# Intro to Optimal Transport and Wasserstein Distance


## Monge Problem

### Introduction
Let's say there is a pile of sand of measure $\mu$ and a hole on the ground with the same volume with the measure $v$. Now, imagine a worker with a task of moving sand from the pile to the hole on the ground. He picks up sand at point $x$ with a shovel and drops it at $y = T(x)$ position in the hole. During the process, it's clear there is a distance $D(x, T(x))$ between the initial and final position of sand particle. It's reasonable to assume there is a correlation between the total cost of the moving procedure and the distance. An important point we shouldn't miss -- not only the worker travels from position $x$ to $y$, but he also carries the sand with mass of $\mu(x)$. Hence, our cost is calculated by the following expression: $$\mu(x) \cdot D(x, T(x))$$
One last thing we shouldn't forget when looking at this problem is the conservation of mass. Let's take segment $B$ from the hole which the worker needs to fill. $$ T^{-1}(B) = \{x|T(x) \in B\} $$
Let's suppose the sand in the segment $B$ will come from $A_1$, $A_2$, $A_3$ segments of the sand pile. Then, the total mass of the sand taken from all selected segments in the sand pile must be equal to the mass of the target measure: $$\mu(A_1) + \mu(A_2) + \mu(A_3) = v(B)$$ This observation must be true for all the segments. In mathematical terms: $$ \forall B, \mu(T^{-1}(B)) = v(B) $$ Or, simply, $$ \displaystyle T_{\sharp }\mu = v $$
The question is what $\displaystyle T_{\sharp }\mu = v$ minimizes $\int{D(x,T(x)) \cdot \mu(dx)}$? 

### Formal Definition

$\Omega$ a measurable space, $c : \Omega \times \Omega \rightarrow \R$. $\mu, v$ two probability measures in $\mathcal{P}(\Omega)$.


[Monge'81] problem: find a map $T : \Omega \rightarrow \Omega$
$$
\inf_{T_{\sharp}\mu = \nu} \int_{\Omega} c(x, T(x)) \, \mu(dx)
$$

[Brenier'87] If $\Omega = \mathbb{R}^d, \, c = || \cdot - \cdot ||^2,$

$\mu, v$ a.c, then $T = \nabla u, u$ convex.

![OT between two probability distributions](OTplot.png)

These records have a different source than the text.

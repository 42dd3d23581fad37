using TankChem.Monitoring.Readings;

namespace TankChem.Monitoring.Losses;

/// <summary>When a device was off within the window of a loss review.</summary>
/// <param name="Device">The device.</param>
/// <param name="Off">From when to when; open when it was off until the end.</param>
public sealed record DeviceBand(string Device, IReadOnlyList<(DateTimeOffset From, DateTimeOffset? To)> Off)
{
    /// <summary>The band of one device from its states, oldest first.</summary>
    public static DeviceBand Of(string device, IReadOnlyList<Reading> states, DateTimeOffset end)
    {
        ArgumentNullException.ThrowIfNull(states);
        var off = new List<(DateTimeOffset, DateTimeOffset?)>();
        DateTimeOffset? since = null;
        foreach (Reading state in states)
        {
            if (state.RawValue <= 0)
            {
                since ??= state.Time;
            }
            else if (since is { } from)
            {
                off.Add((from, state.Time));
                since = null;
            }
        }

        if (since is { } open && open < end)
            off.Add((open, null));
        return new DeviceBand(device, off);
    }
}
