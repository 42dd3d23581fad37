using Prometheus;

namespace TankChem.Service.Pipeline;

/// <summary>What /metrics tells of the pipeline.</summary>
internal sealed class PipelineMetrics
{
    private readonly Counter taken;
    private readonly Counter rejected;
    private readonly Histogram commit;
    private readonly Gauge queue;
    private readonly Counter delayed;
    private long takenSeen;
    private long delayedSeen;

    public PipelineMetrics(IMetricFactory metrics)
    {
        taken = metrics.CreateCounter("tankchem_readings_taken_total", "Readings taken in and on disk.");
        rejected = metrics.CreateCounter("tankchem_readings_rejected_total", "Messages that could not be read; kept with their reason.");
        commit = metrics.CreateHistogram("tankchem_commit_seconds", "Time of a commit to disk.", new HistogramConfiguration { Buckets = Histogram.ExponentialBuckets(0.0005, 2, 14) });
        queue = metrics.CreateGauge("tankchem_intake_queue_length", "Messages waiting for the writer.");
        delayed = metrics.CreateCounter("tankchem_intake_delayed_total", "Messages that had to wait for room in the intake buffer.");
    }

    /// <summary>One commit took this long.</summary>
    public void ObserveCommit(TimeSpan elapsed) => commit.Observe(elapsed.TotalSeconds);

    /// <summary>Messages that could not be read.</summary>
    public void CountRejected(int count) => rejected.Inc(count);

    /// <summary>Takes the engine's and the buffer's counts.</summary>
    public void Update(FarmEngine engine, IntakeBuffer intake)
    {
        taken.Inc(engine.ReadingsTaken - takenSeen);
        takenSeen = engine.ReadingsTaken;
        long waited = intake.Delayed;
        delayed.Inc(waited - delayedSeen);
        delayedSeen = waited;
        queue.Set(intake.Length);
    }
}
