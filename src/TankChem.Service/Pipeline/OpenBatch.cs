using TankChem.Alarms;
using TankChem.Monitoring.Alarming;
using TankChem.Monitoring.Logbook;
using TankChem.Monitoring.Losses;
using TankChem.Monitoring.Monitors;
using TankChem.Monitoring.Places;
using TankChem.Monitoring.Ports;
using TankChem.Monitoring.Readings;
using TankChem.Monitoring.Water;

namespace TankChem.Service.Pipeline;

/// <summary>What the next commit will hold.</summary>
internal sealed class OpenBatch
{
    private readonly List<WaterState> states = [];
    private readonly List<AlarmJournalEntry> alarmEntries = [];
    private readonly Dictionary<AlarmKey, AlarmState> alarmStates = [];

    /// <summary>Readings.</summary>
    public List<Reading> Readings { get; } = [];

    /// <summary>Payloads that could not be read.</summary>
    public List<UnreadablePayload> Unreadable { get; } = [];

    /// <summary>Logbook entries.</summary>
    public List<LogEntry> Log { get; } = [];

    /// <summary>Losses.</summary>
    public List<LossRecord> Losses { get; } = [];

    /// <summary>Places.</summary>
    public List<PlaceDefinition> Places { get; } = [];

    /// <summary>Readings derived anew.</summary>
    public List<Reading> Rederived { get; } = [];

    /// <summary>Takes what a monitor asks to be kept.</summary>
    public void Take(MonitorOutcome outcome)
    {
        if (outcome.StateToKeep is { } state)
            states.Add(state);
        alarmEntries.AddRange(outcome.AlarmEntries);
        foreach (var (key, alarm) in outcome.AlarmStates)
            alarmStates[key] = alarm;
    }

    /// <summary>Closes the batch and starts an empty one.</summary>
    public JournalBatch Seal()
    {
        var sealedBatch = new JournalBatch
        {
            Readings = [.. Readings],
            States = [.. states],
            AlarmEntries = [.. alarmEntries],
            AlarmStates = [.. alarmStates],
            Unreadable = [.. Unreadable],
            Log = [.. Log],
            Losses = [.. Losses],
            Places = [.. Places],
            Rederived = [.. Rederived],
        };
        Readings.Clear();
        states.Clear();
        alarmEntries.Clear();
        alarmStates.Clear();
        Unreadable.Clear();
        Log.Clear();
        Losses.Clear();
        Places.Clear();
        Rederived.Clear();
        return sealedBatch;
    }

    /// <summary>Whether a batch holds anything.</summary>
    public static bool IsEmpty(JournalBatch batch) =>
        batch.Readings.Count + batch.States.Count + batch.AlarmEntries.Count + batch.AlarmStates.Count + batch.Unreadable.Count
        + batch.Log.Count + batch.Losses.Count + batch.Places.Count + batch.Rederived.Count == 0;
}
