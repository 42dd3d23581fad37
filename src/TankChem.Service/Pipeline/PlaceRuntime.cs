using TankChem.Monitoring.Monitors;
using TankChem.Monitoring.Places;
using TankChem.Monitoring.Readings;

namespace TankChem.Service.Pipeline;

/// <summary>A place as it runs: its set-up, its monitor, and what waits for it.</summary>
internal sealed class PlaceRuntime(SiteDefinition site, PlaceDefinition definition, TankMonitor monitor)
{
    /// <summary>Its site.</summary>
    public SiteDefinition Site { get; set; } = site;

    /// <summary>Its set-up.</summary>
    public PlaceDefinition Definition { get; set; } = definition;

    /// <summary>Its monitor; replaced when the loop it belongs to changes.</summary>
    public TankMonitor Monitor { get; set; } = monitor;

    /// <summary>Readings for its next step: its own, its loop's, its site's.</summary>
    public List<Reading> Pending { get; } = [];

    /// <summary>Why its last step failed; null when it did not.</summary>
    public string? Fault { get; set; }
}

[Brenier'87] For any $u$ convex $\nabla u$ is the OT Monge map between $\mu$ and $\nabla u_{\sharp} \mu$.


### Monge-Ampere Equation

If $\Omega = \mathbb{R}^d, c = ||\cdot - \cdot||^2, \mu, v$ have densities $p$,$q$, then $T_{\sharp} \mu = v$ is equivalent to
$$
p(x) = q(T(x))|det J_T(x)|
$$

Monge-Ampere: find convex $f$ such that
$$
|\nabla^2 f(x)| = \frac{p(x)}{q(\nabla f(x))}
$$

## Kantorovich Problem

### Introduction
Imagine a general tasked with moving soldiers from barracks to frontline positions. Each barrack `i` has supply $\mu_i$, and each frontline `j` requires demand $v_j$. Unlike Monge’s rigid map $T(x)$, here soldiers from one barrack can be split among multiple positions, ensuring a solution always exists.

To capture this, we introduce:

- **Cost matrix $C$:** $C_{ij}$ is the cost of moving one soldier from barrack $i$ to frontline $j$.

|   | Frontline 1 | Frontline 2 | Frontline 3 |
|---|-------------|-------------|-------------|
| Barrack 1 | $C_{11}$ | $C_{12}$ | $C_{13}$ |
| Barrack 2 | $C_{21}$ | $C_{22}$ | $C_{23}$ |
| Barrack 3 | $C_{31}$ | $C_{32}$ | $C_{33}$ |

- **Transportation plan $P$:** $P_{ij}$ is the number of soldiers sent from $i$ to $j$.  

Mass conservation requires:
$$ \sum_j P_{ij} = \mu_i \quad \forall i $$
$$ \sum_i P_{ij} = v_j \quad \forall j $$
$$ P_{ij} \geq 0 $$

The total cost is:
$$ \sum_{i,j} P_{ij} \cdot C_{ij} $$

**Kantorovich’s problem**: find $P$ that **minimizes** this cost, subject to supply–demand constraints.